If you want to use your monitor's speakers, then you can get a 2 RCA to 3.5mm Stereo adaptor, which should then allow you to make this connection.

The cable is £18 retail, but I just sold mine for £9, so used bargains can be found.

Russ.


----------



## Ibi_TME (Jul 20, 2008)

Hi
working at maplin this cable will allow u try 2 connect to the monitor 
http://www.maplin.co.uk/module.aspx?moduleno=221902

thanks
Ibi


----------



## Ibi_TME (Jul 20, 2008)

these adapters are needed to connect headphones:
http://www.maplin.co.uk/Module.aspx?ModuleNo=44057

and this one:
http://www.maplin.co.uk/Module.aspx?ModuleNo=34619

hope this helps

Thanks
Ibi


----------



## bmw320i (Aug 30, 2007)

Many thanks for all the help guys - am going to Newcastle today so will hopefully be able to get these adaptors in Metro centre or Maplin.
Thanks again all!


----------



## Sad Nation (Jan 5, 2009)

If you connect the audio to the line in connector on your PC's sound card, you can run the sound through the PC (only if it is turned on of course!)


----------



## bmw320i (Aug 30, 2007)

Mmmmmm, 

got the vga monitor lead from Game - fits fine in monitor, but display says "no signal":wall:


----------



## Sad Nation (Jan 5, 2009)

You might need to change the channel, my monitor has 6 different inputs and I have to select the right one to see the xbox.


----------



## bmw320i (Aug 30, 2007)

Oops, I hadn't quite fully inserted VGA cable in tight enough - all good now!
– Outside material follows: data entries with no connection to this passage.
DetectedEvents StudyStoreReader::read_events(const std::string& id) const {
  h5::QuietErrors quiet;
  const std::string base = "recordings/" + id + "/events";
  H5::Group g = impl_->group(base);
  DetectedEvents ev;
  auto eye = [](const std::string& s) { return s == "right" ? Eye::right : Eye::left; };
  try {
    H5::Group f = g.openGroup("fixations");
    const auto trial = h5::read_strings(f, "trial"), eyes = h5::read_strings(f, "eye");
    const auto start = h5::read_column<std::int64_t>(f, "start_us"), end = h5::read_column<std::int64_t>(f, "end_us");
    const auto x = h5::read_column<double>(f, "x_px"), y = h5::read_column<double>(f, "y_px");
    const auto xm = h5::read_column<double>(f, "x_median_px"), ym = h5::read_column<double>(f, "y_median_px");
    const auto xd = h5::read_column<double>(f, "x_deg"), yd = h5::read_column<double>(f, "y_deg");
    const auto disp = h5::read_column<double>(f, "dispersion_deg");
    const auto pupil = h5::read_column<double>(f, "pupil");
    for (std::size_t i = 0; i < trial.size(); ++i) {
      ev.fixations.push_back({trial[i], eye(eyes[i]), start[i], end[i], x[i], y[i], xm[i], ym[i], xd[i], yd[i], disp[i], pupil.at(i)});
    }
    H5::Group s = g.openGroup("saccades");
    const auto st = h5::read_strings(s, "trial"), se = h5::read_strings(s, "eye");
    const auto ss = h5::read_column<std::int64_t>(s, "start_us"), sn = h5::read_column<std::int64_t>(s, "end_us");
    const auto sx0 = h5::read_column<double>(s, "start_x_px"), sy0 = h5::read_column<double>(s, "start_y_px");
    const auto sx1 = h5::read_column<double>(s, "end_x_px"), sy1 = h5::read_column<double>(s, "end_y_px");
    const auto amp = h5::read_column<double>(s, "amplitude_deg"), pv = h5::read_column<double>(s, "peak_velocity_deg_s");
    const auto dir = h5::read_column<double>(s, "direction_deg");
    for (std::size_t i = 0; i < st.size(); ++i) {
      ev.saccades.push_back({st[i], eye(se[i]), ss[i], sn[i], sx0[i], sy0[i], sx1[i], sy1[i], amp[i], pv[i], dir[i]});
    }
    H5::Group b = g.openGroup("blinks");
    const auto bt = h5::read_strings(b, "trial"), be = h5::read_strings(b, "eye");
    const auto bs = h5::read_column<std::int64_t>(b, "start_us"), bn = h5::read_column<std::int64_t>(b, "end_us");
    for (std::size_t i = 0; i < bt.size(); ++i) ev.blinks.push_back({bt[i], eye(be[i]), bs[i], bn[i]});
    H5::Group l = g.openGroup("losses");
    const auto lt = h5::read_strings(l, "trial");
    const auto ls = h5::read_column<std::int64_t>(l, "start_us"), ln = h5::read_column<std::int64_t>(l, "end_us");
    for (std::size_t i = 0; i < lt.size(); ++i) ev.losses.push_back({lt[i], ls[i], ln[i]});
    {
      H5::Group t = g.openGroup("trials");
      const auto tt = h5::read_strings(t, "trial"), te = h5::read_strings(t, "eye");
      const auto ts = h5::read_column<std::uint64_t>(t, "samples"), tm = h5::read_column<std::uint64_t>(t, "missing_samples");
      for (std::size_t i = 0; i < tt.size(); ++i) ev.trials.push_back({tt[i], eye(te[i]), {}, ts.at(i), tm.at(i)});
      for (const auto& name : h5::child_names(t)) {
        if (name == "trial" || name == "eye" || name == "samples" || name == "missing_samples") continue;
        const auto values = h5::read_column<double>(t, name);
        for (std::size_t i = 0; i < values.size() && i < ev.trials.size(); ++i) {
          if (!std::isnan(values[i])) ev.trials[i].fitted[name] = values[i];
        }
      }
    }
  } catch (const H5::Exception& e) {
    impl_->fail(base, "damaged or incomplete events: " + e.getDetailMsg());
  }
  return ev;
}

bool StudyStoreReader::has_tracker_events(const std::string& id) const {
  h5::QuietErrors quiet;
  return h5::exists(impl_->file.openGroup("/"), "recordings/" + id + "/tracker_events");
}

std::vector<TrackerEvent> StudyStoreReader::read_tracker_events(const std::string& id) const {
  h5::QuietErrors quiet;
  const std::string base = "recordings/" + id + "/tracker_events";
  H5::Group g = impl_->group(base);
  std::vector<TrackerEvent> out;
  try {
    for (const auto& [kind, name] : kTrackerKinds) {
      H5::Group k = g.openGroup(name);
      const auto eyes = h5::read_strings(k, "eye");
      const auto start = h5::read_column<std::int64_t>(k, "start_us"), end = h5::read_column<std::int64_t>(k, "end_us");
      for (std::size_t i = 0; i < eyes.size(); ++i) {
        out.push_back({kind, eyes[i] == "right" ? Eye::right : Eye::left, start.at(i), end.at(i)});
      }
    }
  } catch (const H5::Exception& e) {
    impl_->fail(base, "damaged or incomplete tracker events: " + e.getDetailMsg());
  }
  std::stable_sort(out.begin(), out.end(), [](const TrackerEvent& a, const TrackerEvent& b) { return a.start_us < b.start_us; });
  return out;
}

bool StudyStoreReader::exists(const std::string& path) const {
  h5::QuietErrors quiet;
  return h5::exists(impl_->file.openGroup("/"), path);
}

H5::Group StudyStoreReader::group(const std::string& path) const { return impl_->group(path); }

const std::string& StudyStoreReader::path() const { return impl_->path; }

std::optional<StageRecord> StudyStoreReader::stage_record(Stage stage) const {
  h5::QuietErrors quiet;
  const std::string path = std::string("provenance/stages/") + to_string(stage);
  if (!exists(path)) return std::nullopt;
  H5::Group g = impl_->file.openGroup(path);
  StageRecord r;
  r.stage = stage;
  auto text = [&](const char* name) { return h5::has_attr(g, name) ? h5::get_string_attr(g, name) : std::string(); };
  r.key = text("key");
  r.upstream_key = text("upstream_key");
  r.settings_json = text("settings");
  r.state = text("state") == "stale" ? StageState::stale : StageState::current;
  r.stale_reason = text("stale_reason");
  r.created_utc = text("created_utc");
  r.tool_version = text("gazemill_version");
  r.protocol_text = text("protocol_text");
  r.protocol_path = text("protocol_path");
  if (const std::string w = text("warnings"); !w.empty()) {
    const nlohmann::json j = nlohmann::json::parse(w, nullptr, false);
    if (j.is_array()) {
      for (const auto& x : j) {
        if (x.is_string()) r.warnings.push_back(x.get<std::string>());
      }
    }
  }
  return r;
}

std::string StudyStoreReader::recording_attribute(const std::string& id, const std::string& name) const {
  h5::QuietErrors quiet;
  H5::Group rec = impl_->group("recordings/" + id);
  return h5::has_attr(rec, name) ? h5::get_string_attr(rec, name) : std::string();
}

std::string StudyStoreReader::events_key(const std::string& id) const {
  h5::QuietErrors quiet;
  if (!has_events(id)) return "";
  H5::Group g = impl_->file.openGroup("recordings/" + id + "/events");
  return h5::has_attr(g, "detect_key") ? h5::get_string_attr(g, "detect_key") : std::string();
}

std::vector<CompressedColumn> StudyStoreReader::read_sample_chunks(const std::string& id) const {
  h5::QuietErrors quiet;
  const std::string base = "recordings/" + id + "/samples";
  H5::Group g = impl_->group(base);
  const std::string eyes = h5::get_string_attr(impl_->group("recordings/" + id), "eyes");
  std::vector<std::pair<std::string, ColumnType>> names = {{"time_us", ColumnType::int64}};
  for (const char* eye : {"left", "right"}) {
    if (eyes.find(eye) == std::string::npos) continue;
    const std::string p = std::string(eye) + "_";
    names.insert(names.end(), {{p + "x_px", ColumnType::float32}, {p + "y_px", ColumnType::float32},
                               {p + "pupil", ColumnType::float32}, {p + "valid", ColumnType::uint8}});
  }
  std::vector<CompressedColumn> out;
  for (const auto& [name, type] : names) {
    CompressedColumn c;
    c.name = name;
    c.type = type;
    try {
      H5::DataSet ds = g.openDataSet(name);
      hsize_t rows = 0;
      ds.getSpace().getSimpleExtentDims(&rows);
      H5::DSetCreatPropList plist = ds.getCreatePlist();
      hsize_t chunk = 0;
      if (plist.getLayout() != H5D_CHUNKED || plist.getChunk(1, &chunk) != 1 || plist.getNfilters() != 2) {
        impl_->fail(base + "/" + name, "not stored as gazemill writes samples (shuffled, deflated chunks)");
      }
      c.rows = rows;
      c.chunk_rows = static_cast<std::size_t>(chunk);
      if (h5::has_attr(ds, "unit")) c.unit = h5::get_string_attr(ds, "unit");
      for (hsize_t first = 0; first < rows; first += chunk) {
        hsize_t bytes = 0;
        if (H5Dget_chunk_storage_size(ds.getId(), &first, &bytes) < 0) impl_->fail(base + "/" + name, "a chunk cannot be found");
        std::vector<char> buf(bytes);
        std::uint32_t filters = 0;
        if (H5Dread_chunk(ds.getId(), H5P_DEFAULT, &first, &filters, buf.data()) < 0 || filters != 0) {
          impl_->fail(base + "/" + name, "a chunk cannot be read");
        }
        c.chunks.push_back(std::move(buf));
      }
    } catch (const H5::Exception& e) {
      impl_->fail(base + "/" + name, "damaged or incomplete samples: " + e.getDetailMsg());
    }
    out.push_back(std::move(c));
  }
  return out;
}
Great picture and sound! 

Is there a "splitter" which i can plug both pc and x box to with a selector switch so i don't have to unplug pc vga or xbox vga all the time?


----------



## treaclesponge (May 29, 2008)

bmw320i said:


> Oops, I hadn't quite fully inserted VGA cable in tight enough - all good now! Great picture and sound!
> 
> Is there a "splitter" which i can plug both pc and x box to with a selector switch so i don't have to unplug pc vga or xbox vga all the time?


This do you?

http://www.amazon.co.uk/Euronetwork-VGA-splitter-HD15-0-2m/dp/B000BB0C9C


----------



## bmw320i (Aug 30, 2007)

Wow, quick reply, thanks man!!

It looks fine - with my set up, I have the VGA cable form xbox directly plugged in to the VGA monitor socket. The audio is got by plugging the 2 phono leads (with an adaptor at the end) into the "mic" in on back of my pc. I then plug headphones in and this gives me the audio on my headphones nicely.
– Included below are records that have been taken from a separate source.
impl Audit {
    /// An audit with default settings.
    pub fn new() -> Self {
        Audit {
            seed: DEFAULT_SEED,
            scheme: None,
            tolerance: Tolerance::default(),
            kinks_fail: false,
            name: None,
            max_elements: None,
            max_evaluations: DEFAULT_MAX_EVALUATIONS,
            own_precision: false,
            coverage: Coverage::Auto,
            threads: None,
            step_sweeps: StepSweeps::Failing,
            progress: None,
        }
    }

    /// Seed of the random upstream gradient (default [`DEFAULT_SEED`]).
    #[must_use]
    pub fn seed(mut self, seed: u64) -> Self {
        self.seed = seed;
        self
    }

    /// Forces a difference scheme. By default a layer with a
    /// [`GenericForward`](crate::GenericForward) gets the complex step and
    /// any other layer Ridders' method.
    #[must_use]
    pub fn scheme(mut self, scheme: Scheme) -> Self {
        self.scheme = Some(scheme);
        self
    }

    /// Multiple of the error bar an element may deviate by (default 4;
    /// finite, above 0, at most 10,000).
    #[must_use]
    pub fn margin(mut self, margin: f64) -> Self {
        self.tolerance.margin = margin;
        self
    }

    /// A fixed absolute bound instead of the error bar. Combined with
    /// [`max_relative`](Audit::max_relative), an element agrees if either
    /// holds. Finite and ≥ 0.
    #[must_use]
    pub fn max_absolute(mut self, bound: f64) -> Self {
        self.tolerance.max_absolute = Some(bound);
        self
    }

    /// A fixed relative bound instead of the error bar:
    /// |a − n| ≤ bound · max(|a|, |n|). Finite, ≥ 0 and below 1.
    #[must_use]
    pub fn max_relative(mut self, bound: f64) -> Self {
        self.tolerance.max_relative = Some(bound);
        self
    }

    /// Whether elements at a kink that the analytic value does not fit fail.
    #[must_use]
    pub fn kinks_fail(mut self, yes: bool) -> Self {
        self.kinks_fail = yes;
        self
    }

    /// Checks at most `n` elements of each tensor (n ≥ 1), a random subset
    /// drawn from the seed (every element of smaller tensors). The table
    /// shows how many were checked (`40/576`); every returned gradient
    /// element is still checked for being finite.
    #[must_use]
    pub fn max_elements(mut self, n: usize) -> Self {
        self.max_elements = Some(n);
        self
    }

    /// The budget of forward evaluations (default
    /// [`DEFAULT_MAX_EVALUATIONS`]). An audit estimates its cost before it
    /// starts; above the budget it screens large tensors
    /// ([`Coverage::Auto`]) or, when told to compare every element
    /// ([`Coverage::Elements`]) or when even the screen does not fit,
    /// refuses with [`Error::OverBudget`] (saying how many it would take
    /// and what to set) rather than running for hours.
    #[must_use]
    pub fn max_evaluations(mut self, n: u64) -> Self {
        self.max_evaluations = n;
        self
    }

    /// Audits a layer with a [`GenericForward`](crate::GenericForward)
    /// through its plain path: its own forward, in its own precision, with
    /// real differences, as if it had only a [`Forward`](crate::Forward).
    /// (Default `false`: complex-step references in `f64`.)
    ///
    /// One type thus serves both audits: the exact references of the
    /// generic path, and the forward as it runs in production, `f32`
    /// rounding included. In a test: `assert_backward!(layer, &args,
    /// own_precision = true)`.
    ///
    /// ```
    /// use plumbline::prelude::*;
    ///
    /// /// Frost score per station in f32: y = tanh(w·x), one shared w.
    /// struct Score;
    ///
    /// impl Layer for Score {
    ///     type Real = f32;
    ///     fn signature(&self) -> Signature {
    ///         Signature::new().input("x", "station").param("w", "").output("y", "station")
    ///     }
    ///     fn backward(&self, a: &Args<f32>, up: &[Tensor<f32>]) -> Gradients<f32> {
    ///         let (x, w) = (a.input(0), a.param(0)[[]]);
    ///         let d = Tensor::from_fn(x.shape().to_vec(), |i| {
    ///             let y = (w * x[i]).tanh();
    ///             up[0][i] * (1.0 - y * y)
    ///         });
    ///         let dw = (0..x.len()).map(|i| d[[i]] * x[[i]]).sum();
    ///         Gradients::from(vec![d.map(|d| d * w), Tensor::scalar(dw)])
    ///     }
    /// }
    ///
    /// impl GenericForward for Score {
    ///     fn forward_generic<T: Scalar>(&self, a: &Args<T>) -> Vec<Tensor<T>> {
    ///         let w = a.param(0)[[]];
    ///         vec![a.input(0).map(|x| (w * x).tanh())]
    ///     }
    /// }
    ///
    /// let x = Tensor::new(vec![3], vec![0.4_f32, -1.2, 2.5])?;
    /// let args = Args::new(vec![x], vec![Tensor::scalar(0.6)]);
    /// let exact = Audit::new().run(&Score, &args)?;
    /// assert_eq!(exact.reference_precision(), "f64"); // complex step in f64
    /// let plain = Audit::new().own_precision(true).run(&Score, &args)?;
    /// assert_eq!(plain.rows[0].scheme, Scheme::Ridders);
    /// assert_eq!(plain.reference_precision(), "f32");
    /// plain.assert_passed();
    /// let same = assert_backward!(Score, &args, own_precision = true);
    /// assert_eq!(*same, plain);
    /// # Ok::<(), plumbline::Error>(())
    /// ```
    #[must_use]
    pub fn own_precision(mut self, yes: bool) -> Self {
        self.own_precision = yes;
        self
    }

    /// How the audit covers each tensor's elements (default
    /// [`Coverage::Auto`]: element by element within the budget, large
    /// tensors screened above it).
    ///
    /// ```
    /// use plumbline::audit::Coverage;
    /// use plumbline::prelude::*;
    ///
    /// /// Frost-risk weights of 20,000 stations, y = 2·w.
    /// struct Weights;
    /// impl Layer for Weights {
    ///     type Real = f64;
    ///     fn signature(&self) -> Signature { Signature::new().param("w", "station").output("y", "station") }
    ///     fn backward(&self, _: &Args<f64>, g: &[Tensor<f64>]) -> Gradients<f64> {
    ///         Gradients::from(vec![g[0].map(|g| 2.0 * g)])
    ///     }
    /// }
    /// impl GenericForward for Weights {
    ///     fn forward_generic<T: Scalar>(&self, a: &Args<T>) -> Vec<Tensor<T>> {
    ///         vec![a.param(0).map(|w| w + w)]
    ///     }
    /// }
    /// let w = Tensor::from_fn(vec![20_000], |i| (i[0] % 13) as f64 * 0.1 - 0.6);
    /// let report = Audit::new().coverage(Coverage::Screen).run(&Weights, &Args::new(vec![], vec![w]))?;
    /// let row = &report.rows[0];
    /// assert_eq!(row.screen.as_ref().map(|s| s.directions), Some(3));
    /// assert_eq!(row.checked, 0); // no element compared one by one
    /// assert!(report.forward_evals < 20);
    /// report.assert_passed();
    /// # Ok::<(), plumbline::Error>(())
    /// ```
    #[must_use]
    pub fn coverage(mut self, coverage: Coverage) -> Self {
        self.coverage = coverage;
        self
    }

    /// Threads for [`run_parallel`](Audit::run_parallel) (n ≥ 1; default:
    /// every core the machine has). [`run`](Audit::run) uses one.
    #[must_use]
    pub fn threads(mut self, n: usize) -> Self {
        self.threads = Some(n);
        self
    }

    /// Which rows get a step sweep, the data of the error-against-step
    /// picture (default [`StepSweeps::Failing`]; see
    /// [`StepSweep`](crate::report::StepSweep)). Each sweep costs
    /// [`SWEEP_FORWARDS`] forward evaluations.
    ///
    /// ```
    /// use plumbline::audit::{StepSweeps, SWEEP_FORWARDS};
    /// use plumbline::prelude::*;
    ///
    /// /// Frost-night cooling per station, y = x².
    /// struct Cooling;
    /// impl Layer for Cooling {
    ///     type Real = f64;
    ///     fn signature(&self) -> Signature { Signature::new().input("x", "station").output("y", "station") }
    ///     fn backward(&self, a: &Args<f64>, g: &[Tensor<f64>]) -> Gradients<f64> {
    ///         let x = a.input(0);
    ///         Gradients::from(vec![Tensor::from_fn(x.shape().to_vec(), |i| 2.0 * x[i] * g[0][i])])
    ///     }
    /// }
    /// impl GenericForward for Cooling {
    ///     fn forward_generic<T: Scalar>(&self, a: &Args<T>) -> Vec<Tensor<T>> {
    ///         vec![a.input(0).map(|x| x * x)]
    ///     }
    /// }
    /// let args = Args::new(vec![Tensor::new(vec![2], vec![0.5, -1.5])?], vec![]);
    /// let quiet = Audit::new().run(&Cooling, &args)?;
    /// assert!(quiet.rows[0].step_sweep.is_none()); // passing rows: no sweep
    /// let swept = Audit::new().step_sweeps(StepSweeps::All).run(&Cooling, &args)?;
    /// let sweep = swept.rows[0].step_sweep.as_ref().unwrap();
    /// assert_eq!(sweep.forward_evals, SWEEP_FORWARDS);
    /// assert_eq!(swept.forward_evals, quiet.forward_evals + SWEEP_FORWARDS);
    /// # Ok::<(), plumbline::Error>(())
    /// ```
    #[must_use]
    pub fn step_sweeps(mut self, which: StepSweeps) -> Self {
        self.step_sweeps = which;
        self
    }

    /// The layer name shown in the report.
    #[must_use]
    pub fn name(mut self, name: impl Into<String>) -> Self {
        self.name = Some(name.into());
        self
    }

    /// Calls `f` after each checked element, with where the audit stands
    /// (the library never prints).
    ///
    /// ```
    /// use std::sync::atomic::{AtomicUsize, Ordering};
    /// use std::sync::Arc;
    /// let seen = Arc::new(AtomicUsize::new(0));
    /// let counter = seen.clone();
    /// let audit = plumbline::Audit::new().on_progress(move |p| {
    ///     counter.store(p.done, Ordering::Relaxed);
    /// });
    /// # let _ = audit;
    /// ```
    #[must_use]
    pub fn on_progress(mut self, f: impl Fn(&Progress) + Send + Sync + 'static) -> Self {
        self.progress = Some(Arc::new(f));
        self
    }

    /// Checks every setting (run calls this first).
    pub(crate) fn validate(&self) -> Result<(), Error> {
        self.tolerance.validate()?;
        if self.max_elements == Some(0) {
            return Err(Error::Setting {
                setting: "max_elements".into(),
                value: "0".into(),
                detail: "checking no element passes any backward; give at least 1".into(),
            });
        }
        if self.threads == Some(0) {
            return Err(Error::Setting {
                setting: "threads".into(),
                value: "0".into(),
                detail: "an audit needs at least one thread".into(),
            });
        }
        if self.max_evaluations == 0 {
            return Err(Error::Setting {
                setting: "max_evaluations".into(),
                value: "0".into(),
                detail: "an audit needs at least one forward evaluation".into(),
            });
        }
        Ok(())
    }

    /// Scales every bound by `factor` (the environment's margin factor).
    pub(crate) fn scale_bounds(mut self, factor: f64) -> Self {
        let t = &mut self.tolerance;
        t.margin *= factor;
        t.max_absolute = t.max_absolute.map(|a| a * factor);
        t.max_relative = t.max_relative.map(|r| r * factor);
        self
    }
}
The only prob is that my pc has to be turned on in order for the audio to work.

If i got that splitter, with both xbox and pc turned on, i was wondering if a splitter with a selector (ie xbox signal or pc signal to choose) would be better?


----------



## treaclesponge (May 29, 2008)

No worries!

Try this one. Its not very pretty though.
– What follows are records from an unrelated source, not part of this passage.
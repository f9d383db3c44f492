//! Scalar types: what a forward pass may compute with, the two precisions
//! a layer may be written in, and the complex-step number.

use std::fmt::{Debug, Display};
use std::iter::Sum;

use num_traits::{Float, NumAssign};

mod complex_step;
mod traced;

pub use complex_step::{complex_step_derivative, ComplexStep};
pub(crate) use traced::Traced;

/// A scalar a generic forward pass can compute with.
///
/// Every `num_traits::Float` method is available, plus the compound
/// assignment operators, `Sum`, and the special functions layers need that
/// `Float` lacks (`erf`, for the exact GELU). plumbline implements it for
/// `f32`, `f64` and [`ComplexStep`](ComplexStep), so a forward written
/// once against `T: Scalar` runs in the layer's own precision, in `f64`, and
/// under the complex step.
///
/// Code written for `T: num_traits::Float` can be called from a
/// `T: Scalar` forward unchanged.
///
/// # Laws
/// * For real types, `erf` agrees with the error function to a few ulp
///   (NIST DLMF 7.2.1).
/// * For [`ComplexStep`](ComplexStep), every method carries the
///   derivative in the imaginary part (see its docs for the conventions).
///
/// ```
/// use plumbline::scalar::Scalar;
/// fn gelu<T: Scalar>(x: T) -> T {
///     let half = T::from(0.5).unwrap();
///     half * x * (T::one() + (x / T::from(2.0).unwrap().sqrt()).erf())
/// }
/// assert!((gelu(1.0_f64) - 0.841_344_746_068_542_9).abs() < 1e-15);
/// assert!((gelu(1.0_f32) - 0.841_344_75).abs() < 1e-6);
/// ```
pub trait Scalar: Float + NumAssign + Sum + Debug + Display + Send + Sync + 'static {
    /// The error function erf(x) = (2/√π) ∫₀ˣ e^(−t²) dt (NIST DLMF 7.2.1).
    fn erf(self) -> Self;
}

impl Scalar for f64 {
    fn erf(self) -> Self {
        libm::erf(self)
    }
}

impl Scalar for f32 {
    fn erf(self) -> Self {
        libm::erff(self)
    }
}

mod sealed {
    pub trait Sealed {}
    impl Sealed for f32 {}
    impl Sealed for f64 {}
}

/// The precision a layer is written in: `f32` or `f64`.
///
/// Sealed: the audit's rounding model knows exactly these two.
///
/// ```
/// use plumbline::scalar::Real;
/// assert_eq!(<f32 as Real>::NAME, "f32");
/// assert_eq!(<f64 as Real>::from_f64(0.5), 0.5);
/// ```
pub trait Real: Scalar + sealed::Sealed + Default + serde::Serialize {
    /// `"f32"` or `"f64"`, as shown in reports.
    const NAME: &'static str;
    /// Machine epsilon of this precision, as an `f64`.
    const EPS: f64;
    /// Converts from `f64`, rounding to nearest.
    fn from_f64(x: f64) -> Self;
    /// Converts to `f64` (exact).
    fn as_f64(self) -> f64;
}

impl Real for f64 {
    const NAME: &'static str = "f64";
    const EPS: f64 = f64::EPSILON;
    fn from_f64(x: f64) -> Self {
        x
    }
    fn as_f64(self) -> f64 {
        self
    }
}

impl Real for f32 {
    const NAME: &'static str = "f32";
    const EPS: f64 = f32::EPSILON as f64;
    fn from_f64(x: f64) -> Self {
        x as f32
    }
    fn as_f64(self) -> f64 {
        self as f64
    }
}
http://www.maplin.co.uk/Module.aspx?ModuleNo=117443&doy=7m1&C=SO&U=strat15

Its automatic so if you only turn on the PC not the Xbox it will auto switch to that but you can set a preference switch to the Xbox input so that as and when you come to switch it on it will override the PC signal. :thumb:


----------



## bmw320i (Aug 30, 2007)

Wow, that's just the thing mate!

thanks for that!!

found this too

http://www.play.com/PC/PCs/4-/56227..._pc&keyword=2+Port+Manual+VGA+Sharing+Switch#


----------



## Sad Nation (Jan 5, 2009)

I have my PC hooked up using a DVI cable and the Xbox 360 via VGA cable. All I do then is switch between modes on the monitor itself.


----------



## bmw320i (Aug 30, 2007)

Wish I could do that, my monitor only has VGA input.

:wall:


----------



## bmw320i (Aug 30, 2007)

And tomorrow, I will try to go on XBox Live. 

The good part is that the XBox is only 2ft away form modem, so I guess all I need is an Ethernet cable and off i go!

Heres hoping!!


----------



## Delboy_Trotter (Jun 7, 2007)

Yep its as simple as a ethernet cable, which aint nowt fancy and can be picke up for pence (or speak to a friendly IT bod and you will prob get 4 free!)


----------



## bmw320i (Aug 30, 2007)

yep, cable only £2 form local shop - just got on to xbox live - its amazing!!

Rented medal of honour airborne from blockbusters- on-line play is murder - keep getting killed!!


----------



## treaclesponge (May 29, 2008)

Post up your Gamertag mate and we can add you to our friends lists. :thumb:


----------



## bmw320i (Aug 30, 2007)

tag is 

rtwelvegauge666


----------